A regiment from the Upper Palatinate was encamped outside of the village. The prince to whom it belonged had given it a free ration of wine at the noonday rest, and the soldiers were now lying on the grass with loosened helmets and armour, feeling very comfortable, and singing in their deep voices a song newly composed in honour of the Emperor Charles to the air, "Cheer up, ye gallant soldiers all!"

The couple so skilled in music stopped, and Barbara's heart beat quicker as she listened to the words which the fair-haired young trooper close beside her was singing in an especially clear voice:

                   "Cheer up, ye gallant soldiers all!
                    Be blithe and bold of mind
                    With faith on God we'll loudly call,
                    Then on our ruler kind.
                    His name is worthy of our praise,
                    Since to the throne God doth him raise;
                    So we will glorify him, too,
                    And render the obedience due.
                    Of an imperial race be came,
                    To this broad empire heir;
                    Carolus is his noble name,
                    God-sent its crown to wear.
                    Mehrer is his just title grand,
                    The sovereign of many a land
                    Which God hath given to his care
                    His name rings on the air!"

[Mehrer—The increaser, an ancient title of the German emperors]

How much pleasure this song afforded Barbara, although it praised the man whom she thought she hated; and when the third verse began with the words,

                   "So goodly is the life he leads
                    Within this earthly vale,"

oh, how gladly she would have joined in!

That could not be, but she sang with them in her heart, for she had long since caught the tune, and how intently the soldiers would have listened if it had been possible for her to raise her voice as usual!
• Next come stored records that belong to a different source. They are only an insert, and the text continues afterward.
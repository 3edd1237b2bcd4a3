"""The study page's data (heschl.qc.study) and the page itself (heschl.pages.study).

The robust-range and stands-out rules are checked on hand-made values with the expected
marks worked out in the comments; the rest runs on the processed synthetic study, whose
truth.json names the site planted to stand out (docs/SCENARIO.md: Cedar's broken leads).
"""
import json
import math
import re
from html.parser import HTMLParser

import numpy as np
import pandas as pd
import pytest
import scipy.stats
import xarray as xr

from heschl.arrays import ARRAY_SUFFIXES
from heschl.inputs import discover
from heschl.outputs import recording_paths
from heschl.qc.study import (GRAND_CHANNELS, SITE_ALPHA, grand_averages, outside, qc_columns, robust_range,
                             robust_spread, stand_out, study_view)


# -- qc.tsv columns ------------------------------------------------------------------------


@pytest.fixture(scope="module")
def written(processed_study):
    """(study, recordings, features table, qc table, view) as the study page gets them."""
    study, _ = processed_study
    recordings = [r for r in discover(study) if recording_paths(study.output, r)["provenance"].is_file()]
    group = study.output / "group"
    table = pd.read_csv(group / "features.tsv", sep="\t", na_values=["n/a"], keep_default_na=False)
    qc_table = pd.read_csv(group / "qc.tsv", sep="\t", na_values=["n/a"], keep_default_na=False)
    return study, recordings, table, qc_table, study_view(study.output, recordings, table, qc_table)


def _qc(study, recording):
    return json.loads(recording_paths(study.output, recording)["qc"].read_text(encoding="utf-8"))


def test_qc_columns_of_a_written_qc_json(written):
    study, recordings, *_ = written
    low = next(r for r in recordings if r.participant_id == "sub-B02" and r.paradigm == "oddball")
    qc = _qc(study, low)
    columns = qc_columns(qc)
    deviant = qc["trials"]["deviant"]
    assert columns["kept_deviant"] == deviant["kept"] < deviant["minimum"]
    standard = qc["trials"]["standard"]
    skipped = standard["reasons"].get("skipped", 0)
    assert columns["dropped_standard"] == pytest.approx((standard["dropped"] - skipped) / (standard["planned"] - skipped))
    assert columns["channels_interpolated"] == len(qc["channels"]["interpolated"])
    assert columns["snr_deviant"] == pytest.approx(qc["snr"]["deviant"])
    assert columns["n_flags"] == len(qc["flags"])
    assert math.isnan(columns["blinks_kept"])  # Birch records no EOG
    cedar = next(r for r in recordings if r.site == "cedar" and r.paradigm == "oddball")
    # Cedar's blinks are corrected (ICA with its VEOG): blinks are meant to stay in the kept
    # trials, so they are not counted; the residual EOG correlation judges the correction.
    corrected = qc_columns(_qc(study, cedar))
    assert math.isnan(corrected["blinks_kept"]) and 0 <= corrected["eog_residual"] <= 1
    meg = next(r for r in recordings if r.site == "dogwood")
    assert {"snr_standard_mag", "snr_deviant_grad"} <= set(qc_columns(_qc(study, meg)))


def test_qc_columns_of_an_empty_record_are_nan_not_errors():
    columns = qc_columns({})
    assert columns["n_flags"] == 0
    assert all(math.isnan(columns[c]) for c in ("channels_interpolated", "line_ratio", "blinks_kept",
                                                 "eog_residual", "interpolated_fraction"))


def test_qc_table_carries_the_metric_columns(written):
    *_, qc_table, _ = written
    assert {"dropped_deviant", "kept_train", "channels_interpolated", "snr_train", "blinks_kept",
            "n_flags"} <= set(qc_table.columns)
    assert qc_table["channels_interpolated"].notna().all()


# -- robust ranges and the site rule on hand-made values ----------------------------------


def test_robust_spread_is_the_scaled_mad():
    # median 3, |x - 3| = 2, 1, 0, 1, 97 -> MAD 1 -> 1.4826 (the MAD scaled to a normal SD)
    median, spread, rule = robust_spread([1, 2, 3, 4, 100])
    assert (median, rule) == (3.0, "mad") and spread == pytest.approx(1.4826)
    np.testing.assert_array_equal(outside([1, 2, 3, 4, 100]), [False, False, False, False, True])


def test_a_zero_mad_falls_back_to_the_mean_absolute_deviation():
    # four zeros and 0.6: MAD 0, mean |x| = 0.12 -> spread 1.2533 * 0.12 = 0.1504, range +/- 0.451
    median, spread, rule = robust_spread([0, 0, 0, 0, 0.6])
    assert rule == "mean-ad" and spread == pytest.approx(1.2533 * 0.12)
    assert outside([0, 0, 0, 0, 0.6]).tolist() == [False] * 4 + [True]
    assert robust_range([2, 2, 2, 2]) == pytest.approx((1.7, 2.3))  # all equal: 5 % of the median
    assert robust_range([0, 0, 0, 0]) is None and not outside([0, 0, 0, 0]).any()
    assert robust_range([1, 2, 3]) is None  # fewer than four values


def test_a_shifted_site_stands_out_and_only_it():
    # Within-site residuals are all +/- 0.1: sd_w = sqrt(6 * 0.01 / 3) = 0.1414; study median
    # 10.15; c: (14.1 - 10.15) / (0.1414 * sqrt(1/2 + 1/4)) = 32 standard errors, both of its
    # recordings above every other; b: -0.15 / 0.1225 = -1.2.
    sites = ["a", "a", "b", "b", "c", "c"]
    judged = {e["site"]: e for e in stand_out(sites, [10.0, 10.2, 10.1, 9.9, 14.0, 14.2])}
    assert judged["c"]["stands_out"] == "higher" and judged["c"]["t"] == pytest.approx(32.2, abs=0.1)
    assert judged["a"]["stands_out"] is None and judged["b"]["stands_out"] is None
    # The limit is Student's t at N - S = 3 degrees of freedom (scipy.stats as the reference).
    assert judged["c"]["critical"] == pytest.approx(scipy.stats.t.ppf(1 - SITE_ALPHA / 2, 3))
    assert judged["c"]["critical"] == pytest.approx(5.84, abs=0.01)
    lower = {e["site"]: e["stands_out"] for e in stand_out(sites, [10.0, 10.2, 10.1, 9.9, 6.0, 6.2])}
    assert lower == {"a": None, "b": None, "c": "lower"}


def test_one_wild_recording_does_not_make_its_site_stand_out():
    # c = {10.0, 30.0}: sd_w grows to 8.2 and only one of c's two recordings lies beyond the
    # others, so the site is not marked; the recording is (median 10.05, MAD 0.1).
    sites = ["a", "a", "b", "b", "c", "c"]
    values = [10.0, 10.2, 10.1, 9.9, 10.0, 30.0]
    assert all(e["stands_out"] is None for e in stand_out(sites, values))
    assert outside(values).tolist() == [False] * 5 + [True]


def test_a_small_difference_between_tight_values_is_not_a_site_difference():
    # Kept trains 45/46 against 43/44 and 43/43 of 50: 4.0 standard errors, under the limit 5.84.
    judged = stand_out(["a", "a", "b", "b", "c", "c"], [45, 46, 43, 44, 43, 43])
    assert all(e["stands_out"] is None for e in judged)
    assert max(abs(e["t"]) for e in judged) == pytest.approx(4.0, abs=0.01)


def test_too_few_recordings_are_not_judged():
    judged = {e["site"]: e for e in stand_out(["a", "b", "b", "c", "c"], [50.0, 1.0, 1.1, 1.2, 1.0])}
    assert not judged["a"]["judged"]  # one recording only
    assert not any(e["judged"] for e in stand_out(["a", "a", "b", "b"], [1, 2, 9, 9]))  # one other site


# -- the processed study -------------------------------------------------------------------


def test_the_planted_site_is_the_one_the_view_marks(written):
    study, recordings, table, qc_table, view = written
    planted = json.loads((study.root / "truth.json").read_text(encoding="utf-8"))["site_difference"]
    assert planted["applied"] and planted["site"] == "cedar"
    marks = view["standing_out"]
    assert {m["site"] for m in marks} == {planted["site"]}, [m["why"] for m in marks]
    # Cedar's broken leads show in the channel count of every EEG paradigm.
    by_paradigm = {m["paradigm"] for m in marks if m["name"] == "channels_interpolated" and m["direction"] == "higher"}
    assert by_paradigm == {"oddball", "clicktrain", "rest"}
    assert all("cedar stands out on channels interpolated" in m["why"] for m in marks
               if m["name"] == "channels_interpolated")


def test_the_study_page_marks_the_planted_site(written):
    study, *_ = written
    page = (study.output / "group" / "review.html").read_text(encoding="utf-8")
    box = page[page.index('id="stands-out"'):]
    box = box[:box.index("</div>")]
    assert re.search(r'data-site="cedar" data-metric="channels_interpolated"', box)
    assert "cedar stands out on channels interpolated" in box
    assert page.index('id="stands-out"') < page.index('id="recordings"')  # above the table
    assert page.index('id="sites"') < page.index('id="recordings-table"')


class _Rows(HTMLParser):
    """Collects the rows of the recordings table."""

    def __init__(self):
        super().__init__()
        self.inside, self.rows = False, []

    def handle_starttag(self, tag, attrs):
        attrs = dict(attrs)
        if tag == "table" and attrs.get("id") == "recordings-table":
            self.inside = True
        elif self.inside and tag == "tr" and "data-participant" in attrs:
            self.rows.append((attrs["data-participant"], attrs["data-paradigm"]))

    def handle_endtag(self, tag):
        if tag == "table":
            self.inside = False


def test_the_sortable_table_lists_every_recording(written):
    study, recordings, *_ = written
    page = (study.output / "group" / "review.html").read_text(encoding="utf-8")
    parser = _Rows()
    parser.feed(page)
    assert sorted(parser.rows) == sorted((r.participant_id, r.paradigm) for r in recordings)
    assert 'class="sortable recordings"' in page and 'addEventListener("click", sort)' in page
    assert "<script src" not in page and "<link" not in page  # inline only


def test_grand_averages_equal_a_direct_mean_of_the_arrays(written):
    study, recordings, _, qc_table, view = written
    grand = grand_averages(study.output, recordings, qc_table)
    assert set(grand) == {"oddball", "clicktrain", "rest"}
    left_out = {(l["participant_id"], p) for p, g in grand.items() for l in g["left_out"]}
    for paradigm, name, variable, signal, factor in (("oddball", "waveforms", "average", "mismatch", 1e6),
                                                     ("clicktrain", "itpc", "itpc", "train", 1.0),
                                                     ("rest", "spectra", "psd", "eyes-closed", 1e12)):
        design = grand[paradigm]["design"]
        for site in ("alder", "cedar"):
            members = [r for r in recordings if r.paradigm == paradigm and r.site == site
                       and (r.participant_id, paradigm) not in left_out]
            if not members:
                continue
            courses = []
            for r in members:
                path = recording_paths(study.output, r)["features"].parent / f"{r.stem}_desc-{name}_{ARRAY_SUFFIXES[name]}.nc"
                with xr.open_dataset(path, engine="h5netcdf") as ds:
                    courses.append(ds[variable].sel(signal=signal, channel=list(GRAND_CHANNELS[design]))
                                   .mean("channel").values)
            expected = np.mean(courses, axis=0) * factor
            entry = next(e for e in grand[paradigm]["by_site"] if e["site"] == site and e["signal"] == signal)
            assert entry["n"] == len(members)
            np.testing.assert_allclose(entry["mean"], expected, rtol=1e-10)
    # The view carries the same averages, and the MEG recording is left out with its reason.
    assert view["paradigms"][0]["grand"]["by_site"] == grand[view["paradigms"][0]["paradigm"]]["by_site"]
    assert any(l["site"] == "dogwood" and "no channel" in l["why"] for l in grand["oddball"]["left_out"])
Amid the singing of all these men her clear, bell-like tones would have risen like the lark soaring from the grain field, and what a storm of applause would have greeted her from these rough throats!

Grief for the lost happiness of pouring forth her feelings in melody seized upon her more deeply than for a long time. She would fain have glided quietly away to escape the cause of this fresh sorrow. But Gombert was listening to the young soldier's song with interest, so Barbara continued to hear the young warrior as, with evident enthusiasm, he sang the verse:

                   "Patient and tolerant is he,
                    Nor vengeance seeks, nor blood;
                    E'en though he errs, as well may be,
                    His heart is ever good."

She, too, had deemed this heart so, but now she knew better. Yet it pleased her that the fair-haired soldier so readily believed the poet and, obeying a hasty impulse, she put her hand into the pouch at her belt to give him a gold piece; but Gombert nudged her, and in his broken Netherland German repeated the verse which he had just heard:

              "'Tis stern necessity that forced
               The sword into his hand;
               'Tis not for questions of the faith
               That he doth make his stand."

So the soldiers believed that their commander had only grasped the sword when compelled to do so, and that religion had nothing to do with the war, but the leader of the orchestra knew better. The conversations of the Spaniards at the court, and the words which De Soto had uttered lauding the Emperor, "Since God placed my foes in my hands, I must wage war upon his enemies," were plain enough.

Gombert repeated this remark in a low tone but, ere Barbara could answer him, the carriage, with its fresh relay of horses, stopped in the road.